Schini V B, Vanhoutte P M
Department of Physiology and Biophysics, Mayo Clinic, Rochester, Minnesota.
J Cardiovasc Pharmacol. 1989;14 Suppl 11:S91-4.
The purpose of the present investigations was to determine whether or not SIN-1, a metabolite of molsidomine that spontaneously releases nitric oxide, stimulates the production of adenosine-3',5'-cyclic monophosphate (cyclic AMP) and of guanosine-3',5'-cyclic monophosphate (cyclic GMP) in endothelial cells. All experiments were performed on first or second passage cultured porcine aortic endothelial cells. SIN-1 induced a time- and concentration-dependent accumulation of cyclic GMP but not of cyclic AMP. The production of cyclic GMP evoked by SIN-1 but not evoked by human alpha-natriuretic polypeptide was inhibited by treatment of the cells with either methylene blue (an inhibitor of soluble guanylate cyclase) and hemoglobin (a scavenger of nitric oxide). These data suggest that SIN-1 enhances the activity of soluble guanylate cyclase, which in turn induces the accumulation of cyclic GMP in endothelial cells. This response is probably due to the spontaneous release of nitric oxide, which is a potent activator of soluble guanylate cyclase.

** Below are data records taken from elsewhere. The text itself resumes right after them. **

static const struct said_row {
  const char *word, *ids; /* the ids it means, in order, with blanks between */
} said_rows[] = {{"typex-16", "typex-16"},
                 {"TypeX-16", "typex-16"},
                 {"5/8X", "typex-16"},
                 {"5/8 in X", "typex-16"},
                 {"5/8\" Type X", "typex-16"},
                 {"1/2 regular", "gyp-13"},
                 {"3-5/8 25ga", "steel-92-18"},
                 {"3 5/8 in 25 gauge", "steel-92-18"},
                 {"2x4", "wood-89"},
                 {"R13", "glass-89"},
                 {"r-13", "glass-89"},
                 {"3in mineral wool", "stone-76"},
                 {"RC", "rc"},
                 {"6 in 20ga structural", "steel-152-33"},
                 {"6in 20 ga drywall", "steel-152-30"},
                 {"3-5/8 20ga", "steel-92-30 steel-92-33"},
                 {"5/8", "gyp-16 typex-16"},
                 {"cellulose", "cell-89 cell-140"},
                 {"MLV", "mlv-5 mlv-2"},
                 {"1 inch shaft liner", "shaft-25"},
                 {"3-5/8 22ga", "steel-92-27"},
                 {"nothing like it", ""},
                 {"", ""},
                 {" - ", ""},
                 {"5/8 insulation", ""},
                 /* words in another order, and those that every good of the kind is called by */
                 {"25ga 3-5/8", "steel-92-18"},
                 {"20 gauge structural 3 5/8 in stud", "steel-92-33"},
                 {"18 mil 3-5/8 stud", "steel-92-18"},
                 {"2x4 stud", "wood-89"},
                 {"20ga 6", "steel-152-30 steel-152-33"},
                 {"type X 5/8", "typex-16"},
                 {"5/8 in Type X gypsum board", "typex-16"},
                 {"regular 1/2 board", "gyp-13"},
                 {"R13 batt insulation", "glass-89"},
                 {"mineral wool batt 3 in", "stone-76"},
                 {"board", ""},
                 {"stud", ""},
                 {"25 ga", ""},
                 {"R13 board", ""}};

START_TEST(what_people_say) {
  const catalog *c = load();
  catalog_ref refs[8];
  size_t n = catalog_find(c, said_rows[_i].word, refs, 8);
  text t;
  text_init(&t, memory, 400);
  for (size_t i = 0; i < n && i < 8; i++)
    text_putf(&t, "%s%s", i ? " " : "", catalog_id(c, refs[i]));
  ck_assert_str_eq(t.data, said_rows[_i].ids);
}
END_TEST

START_TEST(nearest) {
  const catalog *c = load();
  ck_assert_str_eq(catalog_nearest(c, "typex-61"), "typex-16");
  ck_assert_str_eq(catalog_nearest(c, "glas-89"), "glass-89");
  ck_assert_ptr_null(catalog_nearest(c, "qqqqqqqqqqqq"));
}
END_TEST

/* ---- faults ---- */

#define BOARD(rest)                                                                                \
  "{\"septum\":\"boards/"                                                                          \
  "1\",\"records\":[{\"id\":\"gyp-99\",\"name\":\"x\",\"material\":\"gypsum\",\"thickness_mm\":"   \
  "12.7,"                                                                                          \
  "\"source\":\"x\"" rest "}]}"
#define FILL(rest)                                                                                 \
  "{\"septum\":\"fills/"                                                                           \
  "1\",\"records\":[{\"id\":\"x-1\",\"name\":\"x\",\"material\":\"glass\",\"thickness_mm\":89,"    \
  "\"density_kg_m3\":12,\"resistivity_pa_s_m2\":5000,\"source\":\"x\"" rest "}]}"
#define MOUNT(spacings, rest)                                                                      \
  "{\"septum\":\"mounts/1\",\"spacings_mm\":" spacings                                             \
  ",\"records\":[{\"id\":\"x-1\",\"name\":\"x\",\"depth_mm\":13,"                                  \
  "\"rail\":\"x\",\"rail_mass_kg_m\":1,\"source\":\"x\"" rest "}]}"
#define FRAME(rest)                                                                                \
  "{\"septum\":\"frames/"                                                                          \
  "1\",\"spacings_mm\":[406],\"records\":[{\"id\":\"x-1\",\"name\":\"x\",\"stud\":\"x\","          \
  "\"runner\":\"x\","                                                                              \
  "\"stud_depth_mm\":90,\"stud_mass_kg_m\":1,\"runner_mass_kg_m\":1,\"inertia_mm4\":1000,"         \
  "\"modulus_gpa\":9,\"source\":\"x\"" rest "}]}"
#define TARGET(rest)                                                                               \
  "{\"septum\":\"targets/"                                                                         \
  "1\",\"records\":[{\"id\":\"x-1\",\"adjacency\":\"a-b\",\"name\":\"x\",\"scope\":\"wall\","      \
  "\"source\":\"x\"" rest "}]}"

本研究的目的是确定吗多明的代谢产物SIN-1(一种能自发释放一氧化氮的物质)是否刺激内皮细胞中3',5'-环磷酸腺苷(环磷腺苷)和3',5'-环磷酸鸟苷(环磷鸟苷)的产生。所有实验均在第一代或第二代培养的猪主动脉内皮细胞上进行。SIN-1诱导环磷鸟苷呈时间和浓度依赖性积累,但不诱导环磷腺苷积累。用亚甲蓝(一种可溶性鸟苷酸环化酶抑制剂)和血红蛋白(一种一氧化氮清除剂)处理细胞可抑制SIN-1诱导的环磷鸟苷产生,但不抑制人α-利钠肽诱导的环磷鸟苷产生。这些数据表明,SIN-1增强了可溶性鸟苷酸环化酶的活性,进而诱导内皮细胞中环磷鸟苷的积累。这种反应可能是由于一氧化氮的自发释放,一氧化氮是可溶性鸟苷酸环化酶的有效激活剂。